I’m not in favor of quotas, but I’m also data literate. So, what’s the answer?
I think we need to find a point on the number line between quotas and p-values that triggers more introspection. I’m not sure where the LaGrange point is, but there’s certainly a lot of room between 0.1609% and 25%. There are a couple orders of magnitude in there to choose from.
In the meantime, I need to ensure I ask for more candidates than just the ones my team gives me. I need to take time to check my own biases and challenge them. And I perhaps most importantly, I need to do more to make sure every soldier I meet is getting the mentorship they need and deserve.
I also think you should be wary of anyone who claims to be in favor of meritocracy but doesn’t bring metrics. This is because we’re all in favor of ‘meritocracy’ as long as it means ‘well, of course me’. One place you can see this recently is with CAP. ‘I got fucked by peers at CAP’ is the new ‘I got fucked on push-ups at Ranger School’.6
We should promote the soldiers with the most potential on merit, but we owe our servicemembers clarity and transparency on what those standards are.
And any AI Tech-Bro who claims there’s no such thing as bias is fucking lying to you. You might want to start asking why.
My editor said I didn’t need to spell out DnD, and given how nerdy this Substack is, she’s almost definitely right.
1st Group, which is assigned Asian languages, is likely in the top two for most diverse group. The other would be 7th Group, which is aligned toward Central and South America.
Here’s a block of python code if you want to try it out for yourself:
import random
class Die:
def __init__(self):
self.rolls = []
self.count_ones = 0
self.flag = ""
def roll(self, num_rolls):
self.rolls = [random.randint(1, 8) for _ in range(num_rolls)]
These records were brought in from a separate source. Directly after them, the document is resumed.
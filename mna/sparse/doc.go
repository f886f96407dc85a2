// Package sparse solves sparse systems of linear equations, real and complex, of the kind that circuits lead to.
//
// The work is split by what it depends on. [Analyse] looks at the pattern alone: it matches every column with a row (Duff, 1981), finds the block
// triangular form (Tarjan, 1972) and orders the columns of each block so that the factors stay sparse (approximate minimum degree; Amestoy, Davis & Duff, 1996).
// [LU.Factor] chooses pivots for given values (Gilbert & Peierls, 1988, with threshold pivoting that prefers the matched entry) and works out the arithmetic that
// follows from them; [LU.Refactor] repeats that arithmetic for new values, and chooses anew if a pivot has become too small; [LU.Solve],
// [LU.SolveTranspose] and [LU.SolveMany] use the factors; [LU.Condition] says how far to trust them. Each function cites its source. None of the code is
// derived from another library.
//
// Indexes are those of the caller's matrix everywhere, in errors too. Rows are equilibrated by powers of two, so that equations in amperes and in volts, over any
// number of decades, can stand side by side. Nothing is allocated between two changes of the pivots.
package sparse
self.count_ones = self.rolls.count(1)
self.flag = "high" if self.count_ones > num_rolls / 8 else "low"
def simulate_generations(num_dice, num_rolls, num_generations):
occurrences_low_2_or_less = 0
for _ in range(num_generations):
dice = [Die() for _ in range(num_dice)]
low = 0
for die in dice:
die.roll(num_rolls)
if die.flag == "low":
low += 1
if low <= 2:
occurrences_low_2_or_less += 1
return occurrences_low_2_or_less
def main():
num_dice = 15 # Set the number of die / BNs to simulate
num_rolls = 20 # Set the number of rolls / commanders to simulate
num_generations = 1000000 # Set the number of generations / times to run the simulation
occurrences_low_2_or_less = simulate_generations(num_dice, num_rolls, num_generations)
print("Summary:")
print(f"Number of generations: {num_generations}")
print(f"Number of generations with 2 or fewer 'low' dice: {occurrences_low_2_or_less}")
print(f"Percentage: {occurrences_low_2_or_less / num_generations * 100}%")
if __name__ == "__main__":
main()
Command Assessment Program. An assessment run in the fall where the Army evaluates the next generation of the Command Select List (CSL) leaders among its Lieutenant Colonels, Colonels, and Sergeants Major.
Quote is from W. Edwards Deming.
Years ago, when Ranger School did a data pull on why people were failing, they found the highest attrition event was the push-up. It turned out this was in large part because it was the first event you could fail.
Many people who get Ranger School slots don’t actually want them. But rejecting one typically takes the integrity to stand in front of your commander and tell them to their face you don’t want to go. In my whole career, I’ve only met one officer who had the courage to do that. Most just go down to Georgia, half-ass the first event, and then spend the rest of their careers telling everyone the reason they didn’t get a Ranger tab was because they ‘got fucked on the push-ups’.